I have to chmod 777 /dev/ttyUSB0 in order to get the printer working (Even if a run the commands with sudo).
I'm getting acceptable results (text is not at the center) with the option media=B8
lp -d tm-t20 -o media=B8 document.ps
I also tried with
lp -d tm-t20 -o media=Custom.80x90mm document.ps
But the printer doesn't print and the job appears as completed at the cups web interface.
If I try with
lp -d tm-t20 -o media=Custom.200x190 document.ps
The printer prints (not correctly centered, I guess that I need to try with different values until I get the desired result). The paper dimensions in dots are in this site: http://paulbourke.net/dataformats/postscript/
The printer isn't cutting the paper, I dont know how to give that option (print and cut the paper).

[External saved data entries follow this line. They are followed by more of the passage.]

package scm

import (
	"reflect"
	"testing"
)

func TestPooledLayout(t *testing.T) {
	m := caseNamed(t, "case-mix").Model
	s, mechs, err := Pooled(m, 300, 200, 4)
	if err != nil {
		t.Fatal(err)
	}
	if r, c := s.X.Dims(); r != 500 || c != 7 {
		t.Fatalf("X is %d×%d, want 500×7 (site has 2 indicator columns)", r, c)
	}
	if nRef, nCmp := s.Counts(); nRef != 300 || nCmp != 200 {
		t.Errorf("counts %d/%d, want 300/200", nRef, nCmp)
	}
	want := []string{"age", "site=1", "site=2", "disease", "marker_a", "marker_b", "unread"}
	if got := m.ColumnNames(); !reflect.DeepEqual(got, want) {
		t.Errorf("ColumnNames = %v, want %v", got, want)
	}
	if got := mechs[NodeDisease]; got.Node != "disease" || !reflect.DeepEqual(got.ParentCols, []int{0, 1, 2}) || !reflect.DeepEqual(got.NodeCols, []int{3}) {
		t.Errorf("disease mechanism = %+v", got)
	}
	ref, _ := Sample(m, Reference, 300, 4)
	cmp, _ := Sample(m, Comparison, 200, 4)
	for j := 0; j < 500; j++ {
		v := ref.Values
		jj := j
		if j >= 300 {
			v, jj = cmp.Values, j-300
		}
		if s.Labels[j] != s.X.At(j, 3) || s.Labels[j] != v[jj][NodeDisease] {
			t.Fatalf("row %d: label column disagrees", j)
		}
		site := int(v[jj][NodeSite])
		if s.X.At(j, 1) != b2f(site == 1) || s.X.At(j, 2) != b2f(site == 2) {
			t.Fatalf("row %d: site %d encoded as %v, %v", j, site, s.X.At(j, 1), s.X.At(j, 2))
		}
	}
	if _, _, err := Pooled(m, 0, 5, 1); err == nil {
		t.Error("Pooled accepted an empty reference group")
	}
}

func b2f(b bool) float64 {
	if b {
		return 1
	}
	return 0
}
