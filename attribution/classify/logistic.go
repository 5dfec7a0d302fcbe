package classify

import (
	"errors"
	"fmt"
	"math"

	"github.com/gapwise/gapwise/internal/workers"
	"gonum.org/v1/gonum/floats"
	"gonum.org/v1/gonum/mat"
)

// Errors returned by the logistic learners; test with errors.Is.
var (
	// ErrSingleClass: the rows with positive weight all have the same target.
	ErrSingleClass = errors.New("all rows with positive weight have the same target")
	// ErrBadInput: a target, weight or feature value is out of its domain.
	ErrBadInput = errors.New("invalid input value")
)

// DefaultLambda is the default L2 penalty of the logistic learners, the same
// as scikit-learn's default C = 1 (λ = 1/C).
const DefaultLambda = 1.0

// DefaultMaxInteract is the default size of the interaction set of Expanded.
const DefaultMaxInteract = 8

// Linear is L2-penalised logistic regression on standardised features.
//
// Each raw column c is standardised on the training rows with weighted mean
// and population standard deviation, z_c = (x_c − m_c)/s_c; a column that is
// constant over the rows with positive weight is dropped. The fit minimises
//
//	L(β₀, β) = Σ_i w_i ℓ(y_i, β₀ + z_iᵀβ) + (λ/2) ‖β‖²,
//	ℓ(y, η) = log(1 + e^η) − y η,
//
// with the intercept β₀ unpenalised. This has the same minimiser as
// scikit-learn's LogisticRegression(penalty="l2", C=1/λ) fitted with
// sample_weight=w on the standardised columns, whose objective is
// C Σ_i w_i ℓ_i + ½‖β‖². Because the loss is a sum, not a mean, the penalty
// weighs less as the (weighted) row count grows; scaling all weights by a
// factor a is the same as dividing λ by a.
//
// The minimiser is found with Newton's method (analytic gradient and
// Hessian, a line search on the directional derivative only, so that no
// logarithm is taken; see newtonMinimise) from β₀ = logit(ȳ_w), β = 0, and
// stops when ‖∇L‖_∞ < 1e-9·Σ_i w_i. On large or wide inputs a subsample
// warm start and a reused or subsampled Hessian save work; the gradient
// and the stopping test are always exact. Work is split over goroutines in
// fixed row blocks reduced in a fixed order, so the result does not depend
// on GOMAXPROCS. Under perfect separation λ > 0 keeps
// the minimiser finite. With λ = 0 separable data have no minimiser: the
// gradient decays as the coefficients grow, and the iteration stops at
// arbitrarily large ones (hundreds, on standardised columns); use λ > 0.
type Linear struct {
	// Lambda is the L2 penalty λ ≥ 0 on the coefficients of the
	// standardised columns (scikit-learn's C = 1/λ).
	Lambda float64
	// Threads bounds the goroutines of Fit and of the fitted model's
	// LogOdds; 0 means GOMAXPROCS. Results do not depend on it.
	Threads int
	// Warm, if non-nil, is a model whose coefficients Newton starts from
	// when its terms are those of the new design (see WithWarmStart).
	Warm *LogisticModel
}

// NewLinear returns a Linear learner with λ = DefaultLambda.
func NewLinear() Linear { return Linear{Lambda: DefaultLambda} }

// Name returns "linear".
func (Linear) Name() string { return NameLinear }

// WithThreads returns a copy of l with Threads = n (see Threaded).
func (l Linear) WithThreads(n int) Learner {
	l.Threads = n
	return l
}

// Fit trains on the rows of x with 0/1 targets y and optional non-negative
// weights w (nil means all 1). The seed is unused: the fit is deterministic.
// It panics if len(y) or a non-nil len(w) differs from x.Rows(), and returns
// an error wrapping ErrBadInput (naming the row and column) for a non-finite
// feature, a target other than 0 or 1 or a negative or non-finite weight,
// and ErrSingleClass when both classes do not occur with positive weight.
func (l Linear) Fit(x *mat.Dense, y, w []float64, seed uint64) (Model, error) {
	sw, err := checkLogisticInput("linear", l.Lambda, x, y, w)
	if err != nil {
		return nil, err
	}
	threads := workers.Count(l.Threads)
	z, raw, active := rawDesign(x, w, sw, threads)
	terms := make([]Term, len(active))
	for a, c := range active {
		terms[a] = Term{c, -1}
	}
	b := &basis{p: x.RawMatrix().Cols, raw: raw, terms: terms}
	return fitLogistic("linear", b, z, y, w, sw, l.Lambda, l.Threads, l.Warm)
}

// Expanded is L2-penalised logistic regression on an expanded basis of the
// standardised features: the originals z_c, the squares z_c² and the
// pairwise products z_c·z_e, every expanded column standardised again on
// the training rows before fitting. Objective, penalty and solver are those
// of Linear (the penalty applies to all expanded coefficients alike).
//
// A log density ratio that is quadratic in the features (a shift of the mean
// within a subgroup, a change of spread, a change of correlation) is linear
// in this basis, so the classifier can represent it exactly.
//
// Terms are dropped when they carry nothing new:
//   - columns constant over the rows with positive weight (and so all their
//     squares and products);
//   - squares of binary columns (at most two distinct values, e.g. one-hot
//     codes): z² is then an affine function of z;
//   - products of two binary columns that do not take all four value
//     combinations over the rows with positive weight, e.g. two one-hot codes
//     of one variable: the product is then an affine function of the two;
//   - expanded columns constant over the rows with positive weight.
//
// To bound the cost (the design has 1 + p + q + q(q−1)/2 columns for p
// active columns and an interaction set of q), squares and products are
// formed only within the interaction set: all active columns when p ≤
// MaxInteract, otherwise the MaxInteract columns with the largest weighted
// |Σ_i w_i z_ic y_i|, i.e. the largest marginal correlation with the target,
// ties to the lower column index. With the default MaxInteract = 8 the
// design has at most p + 36 columns besides the intercept.
type Expanded struct {
	// Lambda is the L2 penalty λ ≥ 0 (scikit-learn's C = 1/λ).
	Lambda float64
	// MaxInteract ≥ 1 bounds the interaction set (see the type comment).
	MaxInteract int
	// Threads bounds the goroutines of Fit and of the fitted model's
	// LogOdds; 0 means GOMAXPROCS. Results do not depend on it.
	Threads int
	// Warm, if non-nil, is a model whose coefficients Newton starts from
	// when its terms are those of the new design (see WithWarmStart).
	Warm *LogisticModel
}

// NewExpanded returns an Expanded learner with λ = DefaultLambda and
// MaxInteract = DefaultMaxInteract.
func NewExpanded() Expanded {
	return Expanded{Lambda: DefaultLambda, MaxInteract: DefaultMaxInteract}
}

// Name returns "expanded".
func (Expanded) Name() string { return NameExpanded }

// WithThreads returns a copy of e with Threads = n (see Threaded).
func (e Expanded) WithThreads(n int) Learner {
	e.Threads = n
	return e
}

// Fit trains as Linear.Fit does, on the expanded basis. It also returns an
// error wrapping ErrBadInput when MaxInteract < 1.
func (e Expanded) Fit(x *mat.Dense, y, w []float64, seed uint64) (Model, error) {
	sw, err := checkLogisticInput("expanded", e.Lambda, x, y, w)
	if err != nil {
		return nil, err
	}
	if e.MaxInteract < 1 {
		return nil, fmt.Errorf("classify: expanded: MaxInteract must be ≥ 1, got %d: %w", e.MaxInteract, ErrBadInput)
	}
	threads := workers.Count(e.Threads)
	lin, raw, active := rawDesign(x, w, sw, threads)
	inter := interactionSet(lin, active, y, w, e.MaxInteract)
	z, terms, scales := expandDesign(lin, raw, active, expandTerms(raw, active, inter), w, sw, threads)
	b := &basis{p: x.RawMatrix().Cols, raw: raw, terms: terms, termScale: scales}
	return fitLogistic("expanded", b, z, y, w, sw, e.Lambda, e.Threads, e.Warm)
}

// checkLogisticInput validates the training data and returns Σ w_i.
func checkLogisticInput(name string, lambda float64, x *mat.Dense, y, w []float64) (float64, error) {
	n, p := x.Dims()
	if len(y) != n {
		panic(fmt.Sprintf("classify: %s: len(y) = %d, want %d", name, len(y), n))
	}
	if w != nil && len(w) != n {
		panic(fmt.Sprintf("classify: %s: len(w) = %d, want %d", name, len(w), n))
	}
	if !(lambda >= 0) || math.IsInf(lambda, 1) {
		return 0, fmt.Errorf("classify: %s: Lambda must be finite and ≥ 0, got %v: %w", name, lambda, ErrBadInput)
	}
	if n == 0 {
		return 0, fmt.Errorf("classify: %s: no rows: %w", name, ErrSingleClass)
	}
	raw := x.RawMatrix()
	var sw float64
	var has [2]bool
	for i := 0; i < n; i++ {
		wi := 1.0
		if w != nil {
			wi = w[i]
			if !(wi >= 0) || math.IsInf(wi, 1) {
				return 0, fmt.Errorf("classify: %s: row %d: weight %v is not a finite non-negative number: %w", name, i, wi, ErrBadInput)
			}
		}
		if y[i] != 0 && y[i] != 1 {
			return 0, fmt.Errorf("classify: %s: row %d: target %v is not 0 or 1: %w", name, i, y[i], ErrBadInput)
		}
		// v·0 is 0 for finite v and NaN for ±Inf and NaN: one multiply-add
		// per value; the offending value is located only on failure.
		var nonFinite float64
		for _, v := range raw.Data[i*raw.Stride : i*raw.Stride+p] {
			nonFinite += v * 0
		}
		if nonFinite != 0 {
			for c, v := range raw.Data[i*raw.Stride : i*raw.Stride+p] {
				if math.IsNaN(v) || math.IsInf(v, 0) {
					return 0, fmt.Errorf("classify: %s: row %d, column %d: feature %v is not finite: %w", name, i, c, v, ErrBadInput)
				}
			}
		}
		sw += wi
		if wi > 0 {
			has[int(y[i])] = true
		}
	}
	if !has[0] || !has[1] {
		return 0, fmt.Errorf("classify: %s: %d rows: %w", name, n, ErrSingleClass)
	}
	return sw, nil
}

// fitLogistic minimises the penalised objective of Linear on the design z
// (column 0 the intercept) and wraps the result with its basis.
//
// On large inputs (n ≥ 4·logisticWarmRows) Newton first runs on the
// every-s-th-row subsample (s = ⌊n/logisticWarmRows⌋, penalty λ/s so the
// objective keeps its scale) to a loose tolerance, and the full-data Newton
// iteration starts from there: this saves about half of the full-data
// iterations. For wide designs (≥ lagHessianMinCols columns) the full-data
// iteration also takes its Hessian from that subsample, scaled by s
// (subsampled Newton; Byrd, Chin, Neveitt & Nocedal 2011, "On the use of
// stochastic Hessian information in optimization methods for machine
// learning", cited from memory), as d(d+1)/2 products per row then cost
// more than the extra iterations. Gradients are always
// exact, so the returned minimiser and the stopping test are those of the
// full objective. Row blocks are processed on up to threads goroutines
// (0 means GOMAXPROCS); the fitted model's LogOdds uses as many.
func fitLogistic(name string, b *basis, z *design, y, w []float64, sw, lambda float64, threads int, warm *LogisticModel) (*LogisticModel, error) {
	theta := make([]float64, z.d)
	theta[0] = math.Log(weightedSum(y, w) / (sw - weightedSum(y, w)))
	iters := 0
	var hsub *logisticObjective
	warmed := warm.startFor(b, theta)
	if s := z.n / logisticWarmRows; s >= 4 && !warmed {
		sz, sy, sws := subsampleRows(z, y, w, s)
		ssw := weightedSum(nil, sws)
		if sy1 := weightedSum(sy, sws); sy1 > 0 && sy1 < ssw {
			sub := newLogisticObjective(sz, sy, sws, lambda/float64(s), threads)
			th, it, err := newtonMinimise(sub, theta, logisticWarmTol*ssw)
			iters += it
			if err == nil {
				theta = th
				if z.d >= lagHessianMinCols {
					hsub = sub
					hsub.hscale = float64(s)
				}
			}
		}
	}
	full := newLogisticObjective(z, y, w, lambda, threads)
	full.hsub = hsub
	if hsub != nil {
		full.hscale = hsub.hscale
	}
	theta, it, err := newtonMinimise(full, theta, logisticGradTol*sw)
	iters += it
	if err != nil {
		return nil, fmt.Errorf("classify: %s: %w", name, err)
	}
	return &LogisticModel{
		b:         b,
		intercept: theta[0],
		coef:      append([]float64(nil), theta[1:]...),
		iters:     iters,
		threads:   threads,
	}, nil
}

// weightedSum returns Σ_i w_i v_i; nil v means all 1, nil w means all 1.
func weightedSum(v, w []float64) float64 {
	switch {
	case v == nil && w == nil:
		return 0
	case v == nil:
		return floats.Sum(w)
	case w == nil:
		return floats.Sum(v)
	}
	return floats.Dot(v, w)
}

// subsampleRows returns rows 0, s, 2s, … of the design, targets and weights.
func subsampleRows(z *design, y, w []float64, s int) (*design, []float64, []float64) {
	m := (z.n + s - 1) / s
	sub := &design{n: m, d: z.d, cols: make([]float64, m*z.d)}
	for k := 0; k < z.d; k++ {
		src, dst := z.col(k), sub.col(k)
		for i := range dst {
			dst[i] = src[i*s]
		}
	}
	sy := make([]float64, m)
	sw := make([]float64, m)
	for i := range sy {
		sy[i] = y[i*s]
		sw[i] = 1
		if w != nil {
			sw[i] = w[i*s]
		}
	}
	return sub, sy, sw
}

// Convergence thresholds, relative to Σ w_i: the Newton iteration stops at
// ‖∇L‖_∞ < logisticGradTol·Σw; a result is accepted if ‖∇L‖_∞ <
// logisticGradFloor·Σw (the loss is then within rounding noise of its
// minimum). The warm start on a subsample stops at logisticWarmTol. These
// values are common practice for double-precision Newton solvers.
const (
	logisticGradTol   = 1e-9
	logisticGradFloor = 1e-6
	logisticWarmTol   = 1e-4
	logisticWarmRows  = 16384
	logisticMaxIter   = 100
	logisticMaxEvals  = 300
)

// ErrNoConvergence: the Newton iteration did not reach the gradient
// threshold within its iteration and evaluation limits.
var ErrNoConvergence = errors.New("logistic fit did not converge")

// LogisticModel is a fitted Linear or Expanded classifier:
//
//	logit P(y=1 | x) = β₀ + Σ_k β_k t_k(x),
//
// where t_k is the k-th standardised term (see Term and Terms).
type LogisticModel struct {
	b         *basis
	intercept float64
	coef      []float64
	iters     int
	threads   int // goroutines of LogOdds; 0 means GOMAXPROCS
}

// Intercept returns β₀.
func (m *LogisticModel) Intercept() float64 { return m.intercept }

// Terms returns the design terms in coefficient order.
func (m *LogisticModel) Terms() []Term { return append([]Term(nil), m.b.terms...) }

// Coef returns β_k for every term, on the standardised scale.
func (m *LogisticModel) Coef() []float64 { return append([]float64(nil), m.coef...) }

// Iterations returns the number of Newton iterations the fit took,
// including those of the subsample warm start on large inputs.
func (m *LogisticModel) Iterations() int { return m.iters }

// LogOdds writes β₀ + Σ_k β_k t_k(x_i) for every row x_i of x into dst.
// Non-finite features give non-finite log-odds. It panics if len(dst) !=
// x.Rows() or x has a different column count from the training data.
func (m *LogisticModel) LogOdds(x *mat.Dense, dst []float64) {
	n, p := x.Dims()
	if len(dst) != n {
		panic(fmt.Sprintf("classify: LogOdds: len(dst) = %d, want %d", len(dst), n))
	}
	if p != m.b.p {
		panic(fmt.Sprintf("classify: LogOdds: x has %d columns, model was fitted on %d", p, m.b.p))
	}
	raw := x.RawMatrix()
	logisticBlocks(m.threads, n, func(_, lo, hi int) {
		zbuf := make([]float64, p)
		tbuf := make([]float64, len(m.coef))
		for i := lo; i < hi; i++ {
			m.b.rowTerms(raw.Data[i*raw.Stride:i*raw.Stride+p], zbuf, tbuf)
			dst[i] = m.intercept + floats.Dot(m.coef, tbuf)
		}
	})
}

// logisticBlockRows is the fixed number of rows per block of parallel work.
// Block boundaries, and so every floating-point sum, do not depend on
// GOMAXPROCS; partial results are reduced in block order.
const logisticBlockRows = 8192

// logisticBlocks calls fn(b, lo, hi) for every block b of rows [lo, hi) of
// [0, n), on up to threads goroutines (0 means GOMAXPROCS), and returns
// when all are done.
func logisticBlocks(threads, n int, fn func(b, lo, hi int)) {
	nb := (n + logisticBlockRows - 1) / logisticBlockRows
	workers.For(threads, nb, func(_, b int) {
		fn(b, b*logisticBlockRows, min(n, (b+1)*logisticBlockRows))
	})
}
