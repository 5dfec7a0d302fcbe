package scm

import "github.com/gapwise/gapwise/metrics"

// leafScorer accumulates one record's label and score into the statistics
// of a coalition. It remembers the previous leaf's label and score inputs
// and reuses its score when they are unchanged (see Model.ScoreInputs). Not
// safe for concurrent use.
type leafScorer struct {
	m         *Model
	threshold float64
	logLoss   bool // fill Stats.WL; off saves a logarithm per leaf
	prev      []float64
	prevScore float64
	primed    bool
}

func newLeafScorer(m *Model, threshold float64, logLoss bool) *leafScorer {
	return &leafScorer{m: m, threshold: threshold, logLoss: logLoss, prev: make([]float64, len(m.Nodes))}
}

// score returns m.Score(v), reusing the previous value when allowed.
func (l *leafScorer) score(v []float64) float64 {
	if l.m.ScoreInputs == nil {
		return l.m.Score(v)
	}
	same := l.primed && v[l.m.Label] == l.prev[l.m.Label]
	for _, i := range l.m.ScoreInputs {
		same = same && v[i] == l.prev[i]
	}
	if !same {
		copy(l.prev, v)
		l.prevScore = l.m.Score(v)
		l.primed = true
	}
	return l.prevScore
}

// add adds the record with node values v to st with weight 1, as
// metrics.Stats.Add does, skipping the log-loss term unless l.logLoss.
func (l *leafScorer) add(st *metrics.Stats, v []float64) {
	y, s := v[l.m.Label], l.score(v)
	if l.logLoss {
		st.Add(y, s, l.threshold, 1)
		return
	}
	c := metrics.Cell(y, s, l.threshold, st.Bins)
	st.W[c]++
	st.WS[c] += s
	st.WS2[c] += s * s
}
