package scm

// RareCases returns cases kept out of Cases (and so out of the accuracy
// and ground-truth tables), for the interval coverage study's rate metrics
// with few events:
//
//	rare-prevalence  the disease rare (baseline log-odds −2: 4.5% of the
//	                 reference group, 8.7% of the comparison group after
//	                 its log-odds +0.7; FNR 0.24 in both), so FNR and TPR
//	                 rest on a few dozen positives, and about ten false
//	                 negatives, at 800 records per group
//
// Nulls are those of the prevalence case.
func RareCases() []Case {
	c := Case{Name: "rare-prevalence", Shift: Shift{Prevalence: 0.7, Unread: 1, Baseline: -2},
		Null: []int{NodeAge, NodeSite, NodeMarkerA, NodeMarkerB, NodeUnread}}
	c.Model = Screening(c.Name, c.Shift)
	return []Case{c}
}
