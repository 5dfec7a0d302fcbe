package classify

import (
	"math"
	"math/rand/v2"
	"testing"
)

// TestPlattFitRecoversParameters draws y ~ Bernoulli(σ(a·s + b)) and checks
// that maximum likelihood recovers (a, b) within 4 standard errors, the
// standard errors coming from the inverse Fisher information at the truth
// (analytic: I = Σ p(1−p)·[s², s; s, 1]).
func TestPlattFitRecoversParameters(t *testing.T) {
	cases := []struct{ a, b float64 }{{1, 0}, {0.6, 0.4}, {2, -1}}
	for _, c := range cases {
		rng := rand.New(rand.NewPCG(7, uint64(c.a*10)))
		const n = 50000
		s, y, w := make([]float64, n), make([]float64, n), make([]float64, n)
		var iaa, iab, ibb float64
		for i := range n {
			s[i] = 2 * rng.NormFloat64()
			p := 1 / (1 + math.Exp(-(c.a*s[i] + c.b)))
			if rng.Float64() < p {
				y[i] = 1
			}
			w[i] = 1
			q := p * (1 - p)
			iaa += q * s[i] * s[i]
			iab += q * s[i]
			ibb += q
		}
		det := iaa*ibb - iab*iab
		seA, seB := math.Sqrt(ibb/det), math.Sqrt(iaa/det)
		a, b, err := plattFit(s, y, w)
		if err != nil {
			t.Fatal(err)
		}
		if math.Abs(a-c.a) > 4*seA || math.Abs(b-c.b) > 4*seB {
			t.Errorf("truth (%g, %g): got (%.4f, %.4f), se (%.4f, %.4f)", c.a, c.b, a, b, seA, seB)
		}
	}
}

// TestPlattFitWeightsEqualCopies: weight 2 on a row must give the same fit
// as two copies of it (definition of the weighted likelihood).
func TestPlattFitWeightsEqualCopies(t *testing.T) {
	s := []float64{-2, -1, -0.5, 0, 0.3, 1, 1.5, 2}
	y := []float64{0, 0, 1, 0, 1, 0, 1, 1}
	w := []float64{1, 2, 1, 3, 1, 1, 2, 1}
	var sd, yd, wd []float64
	for i := range s {
		for range int(w[i]) {
			sd, yd, wd = append(sd, s[i]), append(yd, y[i]), append(wd, 1)
		}
	}
	a1, b1, err := plattFit(s, y, w)
	if err != nil {
		t.Fatal(err)
	}
	a2, b2, err := plattFit(sd, yd, wd)
	if err != nil {
		t.Fatal(err)
	}
	if math.Abs(a1-a2) > 1e-8 || math.Abs(b1-b2) > 1e-8 {
		t.Errorf("weighted (%v, %v) vs copies (%v, %v)", a1, b1, a2, b2)
	}
}

func TestPlattFitErrors(t *testing.T) {
	_, _, err := plattFit([]float64{1, 1, 1}, []float64{0, 1, 0}, []float64{1, 1, 1})
	if err == nil {
		t.Error("constant scores: no error")
	}
	defer func() {
		if recover() == nil {
			t.Error("mismatched lengths did not panic")
		}
	}()
	plattFit([]float64{1}, []float64{0, 1}, []float64{1})
}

The options accepted by the printer are:
lpoptions -p tm-t20 -l
PageSize/Media Size: *RP80x297 RP58x297 Custom.WIDTHxHEIGHT
Resolution/Resolution: *203x203dpi
TmtSpeed/Printing Speed: *Auto 1 2 3 4
TmtPaperReduction/Paper Reduction: Off Top *Bottom Both
TmtPaperSource/Paper Source: *DocFeedCut DocFeedNoCut DocNoFeedCut DocNoFeedNoCut PageFeedCut PageFeedNoCut PageNoFeedCut
TmtBuzzerControl/Buzzer: *Off Before After
TmtSoundPattern/Sound Pattern: *A B C D E
TmtBuzzerRepeat/Buzzer Repeat: *1 2 3 5
TmtDrawer1/Cash Drawer #1: *Off Before After
How to make the printer print and cut the paper? I need to do it from the console, to use it from a custom C++ program. If you have any other experience with this kinds of printers under Linux, please give me some advice. My goal is to use the printer from a C++ program, I didn't find a fast way to do it (sending directly ESC/POS commands to the printer, there isn't official documentation to do it under Linux), so I'm working with CUPS from the console.
Paper CUT SOLVED:
lp -d tm-t20 -o media=Custom.200x258 -o source=DocFeedCut document.ps
I don't know why it works, because as is shown in the options DocFeedCut is the default option.
Now I just will try to center correctly the text.